• [What is required] Instruction for the data below: set down exactly the lines from the line with "statistics do), so" to the line with "from dataclasses import dataclass", inclusive, and no others.

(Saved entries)
++++++++++++++++++++
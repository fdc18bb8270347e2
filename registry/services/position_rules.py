"""What a position must satisfy, written once: the publish/propose service, the file importer, the forms
and the API all ask this module (and the database constraint ``position_variances_positive`` agrees).

Bounds, decided once
--------------------
* **Frame**: a geographic 3D CRS known to PROJ (latitude, longitude, ellipsoidal height).
* **Variances strictly positive, covariance positive definite.** A position with a zero variance claims
  a coordinate known exactly, which no survey gives; and the movement check, the combination of repeat
  solutions and the accuracy statements all need Σ⁻¹. (Before this module the service accepted a
  positive *semi*-definite matrix and the importer refused it, so an export did not re-import.)
  Positive definiteness is decided by a Cholesky factorisation of the symmetric matrix (as the
  statistics do), so "accepted here" and "usable by the tests" are the same thing.
* **σ ≤ 100 m per axis** (variance ≤ 10 000 m²). A registry also holds rough positions (scaled from a
  plan, a hand-held receiver near an unsurveyed mark) with σ of metres to tens of metres; those are
  worth keeping, labelled by their σ. Beyond 100 m a value is a unit mistake (mm² for m², a variance
  typed as a σ...) rather than a position anyone could use to find a mark. The importer used 10 m;
  it now takes the same 100 m.
* **|velocity| ≤ 1 m/yr per component, velocity σ within 0 … 1 m/yr.** The fastest plate moves about
  0.2 m/yr (common practice); 1 m/yr catches mm/yr typed as m/yr while leaving room for landslides and
  post-seismic motion.

Each rule returns :class:`Problem` items (field, code, message) instead of raising, so callers collect
them in their own shape (a ValidationError per field for the service, a row error for imports).
"""

from __future__ import annotations

import dataclasses
from collections.abc import Mapping
from dataclasses import dataclass
from functools import lru_cache
from typing import Any

import numpy as np

COV_FIELDS = ("cov_ee_m2", "cov_en_m2", "cov_eu_m2", "cov_nn_m2", "cov_nu_m2", "cov_uu_m2")
COV_DIAGONAL = ("cov_ee_m2", "cov_nn_m2", "cov_uu_m2")
VEL_FIELDS = ("vel_e_m_yr", "vel_n_m_yr", "vel_u_m_yr")
VEL_SIGMA_FIELDS = ("vel_sigma_e_m_yr", "vel_sigma_n_m_yr", "vel_sigma_u_m_yr")

#: Largest standard deviation of a coordinate component (see the module docstring).
SIGMA_MAX_M = 100.0
VARIANCE_MAX_M2 = SIGMA_MAX_M**2
#: Largest velocity component and velocity σ (m/yr).
VELOCITY_MAX_M_YR = 1.0


@dataclass(frozen=True)
class Problem:
    """One broken rule: the field it is reported on, a stable code and a sentence for people."""

    field: str
    code: str
    message: str
    params: dict[str, Any] = dataclasses.field(default_factory=dict)


@lru_cache(maxsize=256)
def frame_problem(frame_epsg: int) -> str | None:
    """Why ``frame_epsg`` cannot carry a position, or ``None`` when it is a geographic 3D CRS.

    >>> frame_problem(7912) is None and frame_problem(6319) is None
    True
    >>> frame_problem(4326)
    'EPSG:4326 (WGS 84) is a 2D CRS; a position needs a geographic 3D CRS (latitude, longitude, ellipsoidal height), e.g. EPSG:7912 or EPSG:6319.'
    """
    from pyproj import CRS
    from pyproj.exceptions import CRSError

    if frame_epsg <= 0:
        return f"EPSG:{frame_epsg} is not a valid code."
    try:
        crs = CRS.from_epsg(frame_epsg)
    except CRSError:
        return f"EPSG:{frame_epsg} is not a coordinate reference system known to PROJ."
    if not crs.is_geographic or len(crs.axis_info) != 3:
        kind = "2D CRS" if crs.is_geographic else crs.type_name
        return (
            f"EPSG:{frame_epsg} ({crs.name}) is a {kind}; a position needs a geographic 3D CRS "
            "(latitude, longitude, ellipsoidal height), e.g. EPSG:7912 or EPSG:6319."
        )
    return None


def covariance_matrix_m2(cov: Mapping[str, float | None]) -> np.ndarray:
    """The 3×3 east/north/up matrix from the six ``cov_*_m2`` values (missing off-diagonals are 0)."""
    c = {n: float(cov.get(n) or 0.0) for n in COV_FIELDS}
    return np.array(
        [
            [c["cov_ee_m2"], c["cov_en_m2"], c["cov_eu_m2"]],
            [c["cov_en_m2"], c["cov_nn_m2"], c["cov_nu_m2"]],
            [c["cov_eu_m2"], c["cov_nu_m2"], c["cov_uu_m2"]],
        ]
    )


def is_positive_definite(matrix: np.ndarray) -> bool:
    """True when the symmetric part of ``matrix`` has a Cholesky factor (all eigenvalues > 0).

    >>> is_positive_definite(np.diag([1e-6, 1e-6, 4e-6]))
    True
    >>> is_positive_definite(np.array([[1.0, 1.0], [1.0, 1.0]]))
    False
    """
    try:
        np.linalg.cholesky(0.5 * (matrix + matrix.T))
    except np.linalg.LinAlgError:
        return False
    return True


def covariance_problems(cov: Mapping[str, float | None]) -> list[Problem]:
    """Check an east/north/up covariance (m²): variances in (0, 100² m²], the matrix positive definite.

    >>> [p.code for p in covariance_problems({"cov_ee_m2": 1e-4, "cov_nn_m2": 1e-4, "cov_uu_m2": 0.0})]
    ['zero_variance']
    >>> covariance_problems({"cov_ee_m2": 1e4, "cov_nn_m2": 1e-4, "cov_uu_m2": 1e-4})
    []
    """
    values = {n: float(cov.get(n) or 0.0) for n in COV_FIELDS}
    if not any(values.values()):
        return [
            Problem(
                "cov_ee_m2",
                "covariance_zero",
                "Give the uncertainty of the coordinates; a position held fixed in an adjustment still has one.",
            )
        ]
    problems: list[Problem] = []
    for name in COV_DIAGONAL:
        value = values[name]
        if value < 0:
            problems.append(Problem(name, "negative_variance", "A variance cannot be negative."))
        elif value == 0:
            problems.append(
                Problem(
                    name,
                    "zero_variance",
                    "A variance of zero claims a coordinate known exactly; give its real uncertainty.",
                )
            )
        elif value > VARIANCE_MAX_M2:
            problems.append(
                Problem(
                    name,
                    "variance_too_large",
                    f"A variance above {VARIANCE_MAX_M2:g} m² (σ = {SIGMA_MAX_M:g} m) is refused; "
                    "covariances are in m².",
                    {"limit": VARIANCE_MAX_M2},
                )
            )
    if problems:
        return problems
    if not is_positive_definite(covariance_matrix_m2(values)):
        problems.append(
            Problem(
                "cov_ee_m2",
                "covariance_not_positive_definite",
                "The east/north/up covariance is not positive definite (check the correlations).",
            )
        )
    return problems


def sigma_problems(sigmas_m: Mapping[str, float | None]) -> list[Problem]:
    """Standard deviations given instead of a covariance: each in (0, 100 m].

    >>> [p.code for p in sigma_problems({"sigma_e_mm": 0.0})]
    ['zero_variance']
    """
    problems = []
    for name, value in sigmas_m.items():
        if value is None:
            continue
        if value <= 0:
            code = "zero_variance" if value == 0 else "negative_variance"
            problems.append(Problem(name, code, "A standard deviation must be greater than zero."))
        elif value > SIGMA_MAX_M:
            problems.append(
                Problem(name, "variance_too_large", f"A standard deviation above {SIGMA_MAX_M:g} m is refused.")
            )
    return problems


def velocity_problems(
    velocity_m_yr: Mapping[str, float | None], sigma_m_yr: Mapping[str, float | None]
) -> list[Problem]:
    """Velocity (m/yr): all three components or none, each within ±1 m/yr; its σ in 0 … 1 m/yr, only with it.

    >>> [p.code for p in velocity_problems({"vel_e_m_yr": 0.012}, {})]
    ['velocity_incomplete']
    >>> [p.code for p in velocity_problems({"vel_e_m_yr": 12.0, "vel_n_m_yr": 0.0, "vel_u_m_yr": 0.0}, {})]
    ['velocity_too_large']
    """
    problems: list[Problem] = []
    given = [velocity_m_yr.get(n) is not None for n in VEL_FIELDS]
    if any(given) and not all(given):
        problems.append(Problem("vel_e_m_yr", "velocity_incomplete", "Give all three velocity components or none."))
    if not any(given) and any(sigma_m_yr.get(n) is not None for n in VEL_SIGMA_FIELDS):
        problems.append(
            Problem("vel_sigma_e_m_yr", "velocity_sigma_without_velocity", "Velocity sigmas need a velocity.")
        )
    for name in VEL_FIELDS:
        value = velocity_m_yr.get(name)
        if value is not None and abs(value) > VELOCITY_MAX_M_YR:
            problems.append(
                Problem(
                    name,
                    "velocity_too_large",
                    f"A velocity component above {VELOCITY_MAX_M_YR:g} m/yr is refused (mm/yr typed as m/yr?).",
                )
            )
    for name in VEL_SIGMA_FIELDS:
        value = sigma_m_yr.get(name)
        if value is None:
            continue
        if value < 0:
            problems.append(Problem(name, "negative_sigma", "A sigma cannot be negative."))
        elif value > VELOCITY_MAX_M_YR:
            problems.append(
                Problem(name, "velocity_too_large", f"A velocity sigma above {VELOCITY_MAX_M_YR:g} m/yr is refused.")
            )
    return problems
++++++++++++++++++++
• [Answer for this exercise]
  statistics do), so "accepted here" and "usable by the tests" are the same thing.
* **σ ≤ 100 m per axis** (variance ≤ 10 000 m²). A registry also holds rough positions (scaled from a
  plan, a hand-held receiver near an unsurveyed mark) with σ of metres to tens of metres; those are
  worth keeping, labelled by their σ. Beyond 100 m a value is a unit mistake (mm² for m², a variance
  typed as a σ...) rather than a position anyone could use to find a mark. The importer used 10 m;
  it now takes the same 100 m.
* **|velocity| ≤ 1 m/yr per component, velocity σ within 0 … 1 m/yr.** The fastest plate moves about
  0.2 m/yr (common practice); 1 m/yr catches mm/yr typed as m/yr while leaving room for landslides and
  post-seismic motion.

Each rule returns :class:`Problem` items (field, code, message) instead of raising, so callers collect
them in their own shape (a ValidationError per field for the service, a row error for imports).
"""

from __future__ import annotations

import dataclasses
from collections.abc import Mapping
from dataclasses import dataclass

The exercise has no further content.